• Alfacell Corp., of Bloomfield, N.J., said the FDA granted orphan drug designation for its lead candidate, Onconase (ranpirnase) for malignant mesothelioma. That designation would guarantee Alfacell seven years of marketing exclusivity upon approval of the drug. Onconase, which previously was granted fast-track status, is in a confirmatory Phase IIIb trial in unresectable malignant mesothelioma.

• Exelixis Inc., of South San Francisco, submitted an investigational new drug application to the FDA for XL418, a multi-kinase inhibitor for the treatment of cancer. In preclinical models, XL418 has been shown to reduce tumor growth and enhance the effectiveness of other drugs by inhibiting protein kinase B (PKB or AKT) and S6 Kinase (S6K), key components of the phosphoinositide-3 kinase (PI3K) signaling pathway. Including XL418, Exelixis now has 11 compounds in or ready to enter the clinic, including four compounds in Phase II, and plans to file at least three more INDs this year. In December, the company filed an IND for MEK kinase inhibitor XL518 and followed it up this month with a $40 million deal with Genentech Inc. for the program.

• Gloucester Pharmaceuticals Inc., of Cambridge, Mass., said it reached an agreement with the FDA under the special protocol assessment process for the design of its planned pivotal trial of romidepsin in patients with peripheral T-cell lymphoma. This single-arm trial will enroll PTCL patients who have progressed or become refractory following systemic therapy.

• Immtech Pharmaceuticals Inc., of New York, completed enrollment in Phase III pivotal trial of pafuramidine maleate, an oral drug candidate, in patients with first-stage African trypanosomiasis. The 250-patient study is designed to compare pafuramidine vs. pentamidine. An interim analysis is expected to be completed in mid-2007. The trial was conducted under a special protocol assessment.
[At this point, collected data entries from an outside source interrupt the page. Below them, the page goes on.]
def test_the_generators_reach_an_accepted_case_with_a_changed_value(fuzz_dir):
    # the NaN property is not vacuous: changed values are accepted too, not only refused
    def accepted(inp):
        return "set " in inp.label and check_file(_write(fuzz_dir / "probe.toml", inp.data)).status == 0

    found = find(mild_inputs(), accepted, settings=settings(max_examples=100, database=None, derandomize=True,
                                                            phases=[Phase.generate], **FUZZ))
    assert check_file(_write(fuzz_dir / "probe.toml", found.data)).status == 0


def _write(path: Path, data: bytes) -> Path:
    path.write_bytes(data)
    return path


# the judge itself: it must be able to say no


@pytest.mark.parametrize("line,keys,named", [
    ("interface.inner_radius = 80: must be less than interface.outer_radius", set(), True),
    ("kind: missing; allowed: 'cone' or 'plate'", set(), True),
    ("[wear]: needs engagements", set(), True),
    ("[colour]: unknown table; allowed tables: interface, load", {("colour",)}, True),
    ("cup.colour: unknown key; allowed in [cup]: youngs_modulus", {("cup", "colour")}, True),
    ("the cone rim section crosses itself or is empty; check cone.rim_thickness", set(), True),
    ("/tmp/x/case.toml: malformed TOML: Invalid value (at line 3, column 1)", set(), True),
    ("'a\\x00b': unknown top-level key", {("a\x00b",)}, True),
    ("a\\x00b: unknown top-level key", {("a\x00b",)}, True),
    ("a\x00b: unknown top-level key", {("a\x00b",)}, False),          # a raw NUL on the terminal
    (": unknown top-level key; allowed at top level: kind, name", {("",)}, False),
    ("'': unknown top-level key", {("",)}, True),
    ("the cone rim section crosses itself or is empty; check its dimensions", set(), False),
    ("malformed TOML: Invalid value (at line 3, column 1)", set(), False),
    ("must be a number; allowed: value > 0 N", {("load", "axial_force")}, False),
    ("interface.inner_radiusx = 3: unknown", set(), False),
    ("cone rim is too thin; check its dimensions", set(), False),
    ("name is not usable", set(), False),
    ("load.: unknown key", {("load", "")}, False),
    ("load.'': unknown key", {("load", "")}, True),
    ("x" * 25 + "…: unknown top-level key", {("x" * 300,)}, True),
])
def test_names_a_key_tells_a_named_line_from_an_unnamed_one(line, keys, named):
    assert names_a_key(line, keys, "/tmp/x/case.toml") is named


@pytest.mark.parametrize("text,user,found", [
    ("r1 = 60 mm, E = 400 MPa", (), []),
    ("axial force nan N", (), ["nan"]),
    ("peak -inf MPa, info: inference", (), ["-inf"]),
    ("│ torque │ \x1b[1mInfinity\x1b[0m │", (), ["Infinity"]),
    ("case 'nan' (plate) is valid", ("nan",), []),
    ("case 'x' (plate) is valid, r1 = NaN", ("x",), ["NaN"]),
])
def test_nonfinite_numbers_finds_nan_and_inf_written_as_numbers(text, user, found):
    assert nonfinite_numbers(text, user) == found


@pytest.mark.parametrize("base", sorted(BASES))
def test_the_writer_writes_what_the_toml_parser_reads(tmp_path, base):
    doc = copy.deepcopy(BASES[base])
    assert check_file(_write(tmp_path / "case.toml", to_toml(doc).encode())).status == 0
    doc["description"] = "a\x00b \"q\" \\ \t é \u2028 😀 [/x]"
    doc["interface"]["ü key"] = [[1.5, -0.0], {"a": {"b": True}}]
    assert tomllib.loads(to_toml(doc)) == doc           # tomllib: the standard library's TOML 1.0 reader


# --------------------------------------------------------------------------- explicit limits
# (the behaviour of clutchfe/toml_input.py and case.py: a file is refused as input, exit 2, with one
# line naming it, before it can exhaust memory, time or the parser's recursion)


def _only_problems(outcome: Outcome) -> list[str]:
    return [line[len(ERROR):] for line in outcome.err.split("\n") if line.startswith(ERROR)]


def _case_text(doc=CONE) -> bytes:
    return to_toml(doc).encode("utf-8")


def _rchar() -> int:
    """Bytes this process has read through read(2) and the like (Linux /proc/self/io)."""
    with open("/proc/self/io", encoding="ascii") as fh:
        return int(next(line for line in fh if line.startswith("rchar:")).split()[1])


def _padded(size: int) -> bytes:
    """A valid case filled up to ``size`` bytes with one long comment line."""
    text = _case_text()
    return text + b"#" + b"x" * (size - len(text) - 2) + b"\n"


@pytest.mark.parametrize("size,status", [(MiB, 0), (MiB + 1, 2)], ids=["1 MiB", "1 MiB + 1 byte"])
def test_a_case_file_over_1_mib_is_refused(tmp_path, size, status):
    data = _padded(size)
    assert len(data) == size
    path, outcome, found = check_bytes(data, tmp_path)
    assert found == []
    assert outcome.status == status, outcome.err
    if status == 2:
        assert len(_only_problems(outcome)) == 1 and str(path) in _only_problems(outcome)[0]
• Inflazyme Pharmaceuticals Ltd., of Vancouver, British Columbia, announced that top-line data from a Phase IIb trial of asthma drug IPL512,602 demonstrated no statistically significant differences between drug and placebo groups due to a high response rate in both groups. The company is reviewing and validating all data and expects to report the full results in two to three weeks. Last week the company raised C$3 million (US$2.54 million) through an offering. Tuesday's news sent the stock (IZP.TO) down 52% to close at 12 cents.

• Light Sciences Oncology Inc., of Seattle, said it reached agreement with the FDA on a special protocol assessment for a Phase III trial comparing use of its Light Infusion Therapy (Litx) with a standard treatment for metastatic colorectal cancer in the liver. The study will test safety and efficacy of the Litx system plus standard chemotherapy to chemotherapy alone in 450 colorectal cancer patients with liver metastases. Endpoints include progression-free survival and overall survival.

• Living Cell Technologies Ltd., of Melbourne, Australia, said its DiabeCell Type I diabetes treatment was approved for a Phase I/IIa trial in Russia designed according to FDA guidelines. DiabeCell is a porcine pancreatic cell product aimed at treating insulin-dependent diabetes by injecting neo-natal pig islet cells into the body to allow the release of insulin. The cells are encased in capsules which prevent the patient's immune system from attacking. The trial will involve six Type I diabetics and is expected to start in the second quarter.

• OctoPlus NV, of Leiden, the Netherlands, initiated a Phase IIa trial with lead product Locteron, a controlled-release formulation of alfa interferon for chronic hepatitis C. The multicenter, randomized, open-label, European trial will enroll 32 treatment-na ve HCV patients for treatment with one of four doses of Locteron combined with ribavirin every two weeks for 12 weeks. The trial will assess viral response, safety and tolerability of Locteron. Results are expected in mid-2007 and will be used to select the optimal dose range for a Phase IIb study. Locteron combines OctoPlus' PolyActive drug delivery technology with Biolex Therapeutics' recombinant alfa interferon product, BLX-883.

• Opexa Therapeutics Inc., of The Woodlands, Texas, admitted the first 75 patients in its 150-patient Phase IIb trial of Tovaxin in multiple sclerosis. The 52-week study will evaluate the efficacy and safety of Tovaxin T-cell vaccination with clinically isolated syndrome and relapse-remitting MS. Enrollment is expected to be completed by midyear.

• ZymoGenetics Inc., of Seattle, initiated a Phase I study of PEG-Interferon lambda (IL-29) in healthy volunteers, as part of the product's clinical development in hepatitis C and other viral diseases. The company said the recombinant PEG-Interferon has demonstrated in vitro viral activity and might result in fewer side effects than the standard of care.